Child safety charity set up in memory
Fri, February 10, 2006
Eight years after the hanging death of a schoolboy on a
locker-room hook, his parents have created a charity to prevent the deaths
of others.
The MCBN Children's Association, in memory of Myles Neuts, is to
be launched today at the YMCA's Children Safety Village.
MCBN stands for both Make Children Better Now and Myles Casey
Benson Neuts, said Alan Marshall, who helped organize today's press
conference.
"Mike Neuts will be talking about some positive things that
will come out of Myles Neuts's death," Marshall said yesterday.

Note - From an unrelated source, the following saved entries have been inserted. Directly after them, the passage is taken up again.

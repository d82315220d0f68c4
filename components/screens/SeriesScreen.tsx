import { useCallback, useDeferredValue, useMemo, useState } from 'react';
import { View } from 'react-native';
import { router } from 'expo-router';
import type { Href } from 'expo-router';
import { quantity } from '../../processing/catalogue';
import type { FluxKey } from '../../processing/state';
import { nights as nightsOf } from '../../processing/solar';
import type { Run, StationSummary } from '../../server/contract/api';
import { useRuns } from '../data/use-runs';
import { usePeriod, usePeriods, useSeries, useSpine } from '../data/use-run-results';
import { useStation } from '../data/use-stations';
import { formatNumber, formatUncertainty } from '../format/numbers';
import { useClock } from '../format/useClock';
import { SeriesPanel } from '../plots/SeriesPanel';
import { gradeValue, periodIndexAt, plotSeries } from '../plots/series-plot';
import type { PlotSeries } from '../plots/series-plot';
import { TimeAxis } from '../plots/TimeAxis';
import {
  Button,
  ButtonRow,
  ChoiceInput,
  EmptyState,
  ErrorNotice,
  GradeMark,
  Icon,
  IconButton,
  LoadingLine,
  Notice,
  ProgressLine,
  Section,
  Sheet,
  Text,
  UnitText,
} from '../primitives';
import { ExportSheet } from '../series/ExportSheet';
import { GradeCounts } from '../series/GradeCounts';
import { PeriodInspector } from '../series/PeriodInspector';
import { PeriodTable } from '../series/PeriodTable';
import { useWidth } from '../series/use-width';
import { useWindowKeys, windowKeyWords } from '../series/use-window-keys';
import { AppShell, periodPath, stationPath } from '../shell';
import { clampWindow, timeTicks } from '../spine/spine-geometry';
import { Spine } from '../spine/Spine';
import type { TimeWindow } from '../spine/Spine';
import { space, traceDashes, useTheme, useWide } from '../tokens';

const panelKeys = [
  'co2Flux',
  'latentHeat',
  'sensibleHeat',
  'ustar',
  'windSpeed',
  'windDirection',
  'airTemperature',
];
const columnKeys = [
  ...panelKeys,
  'co2FluxRandom',
  'latentHeatRandom',
  'sensibleHeatRandom',
  'ustarRandom',
  'zeta',
];
const dayMs = 86_400_000;
const gradedFlux: FluxKey = 'co2Flux';

export interface SeriesScreenProps {
  group: string;
  station: string;
  /** Run to show; the newest with results when left out. */
  run?: string;
}

/** The day, the month, the years of one station: stacked panels over one time axis, the spine moves them. */
export function SeriesScreen({ group, station, run: wantedRun }: SeriesScreenProps) {
  const stationQuery = useStation(group, station);
  const runsQuery = useRuns(group, station);
  const runs = runsQuery.data ?? [];
  const run =
    runs.find((one) => one.id === wantedRun) ??
    runs.find((one) => one.periodsDone > 0 || one.state === 'computing') ??
    runs[0] ??
    null;
  const shell = {
    title: 'Series',
    place: 'series' as const,
    groupSlug: group,
    stationSlug: station,
    stationName: stationQuery.data?.station.name,
    stationOffsetMinutes: stationQuery.data?.station.utcOffsetMinutes,
  };
  const error = stationQuery.error ?? runsQuery.error;
  if (error) {
    return (
      <AppShell {...shell}>
        <View style={{ padding: space.xl }}>
          <ErrorNotice
            error={error}
            onRetry={() => void Promise.all([stationQuery.refetch(), runsQuery.refetch()])}
          />
        </View>
      </AppShell>
    );
  }
  if (!stationQuery.data || runsQuery.isPending) {
    return (
      <AppShell {...shell}>
        <View style={{ padding: space.xl }}>
          <LoadingLine label="reading the station" />
        </View>
      </AppShell>
    );
  }
  if (!run) {
    return (
      <AppShell {...shell}>
        <View style={{ padding: space.xl, gap: space.l }}>
          <Text variant="title">Nothing computed yet</Text>
          <EmptyState
            title={
              stationQuery.data.rawFiles > 0
                ? `${stationQuery.data.rawFiles} raw files are here, no run has been made of them.`
                : 'No raw files yet.'
            }
            action={
              <Button
                kind="primary"
                label={stationQuery.data.rawFiles > 0 ? 'Compute fluxes' : 'Bring in records'}
                href={stationPath(group, station, stationQuery.data.rawFiles > 0 ? 'runs' : 'raw-files')}
              />
            }
          >
            Fluxes show here, half hour by half hour, as soon as they are computed.
          </EmptyState>
        </View>
      </AppShell>
    );
  }
  return <RunSeries key={run.id} {...{ group, station, run, runs, shell }} summary={stationQuery.data} />;
}

interface RunSeriesProps {
  group: string;
  station: string;
  run: Run;
  runs: readonly Run[];
  summary: StationSummary;
  shell: object & { title: string };
}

The new charity will enable the Neuts family to raise money and
develop programs in their efforts to help children, he said.
Neuts could not be reached for comment yesterday. He and his wife
have spent the last eight years advocating for children's safety.
The charity is already registered with Revenue Canada and has a
board of directors.
Neuts is also expected to announce his support for a safety hook
developed by London's Henkel Diversified Inc. The Henkel hook is advertised
as a inexpensive, yet strong, hook that holds articles up to 12.7
kilograms, but releases if more weight is put on.
The hook automatically resets once the article falls off.
Myles, 10, was found hanging from a coat hook in a washroom stall
at St. Agnes school in Chatham on Feb. 6 1998. He died six days later.
A coroner's inquest could not determine how he ended up on the
hook.
The inquest jury recommended all hooks be removed from school
washrooms.
The Education Ministry told school boards in 2001 to remove hooks
from elementary school washrooms. The Thames Valley district school board
complied, but in 2004, a four-year-old girl was found hanging from a
cloakroom hook at London's Victoria public school.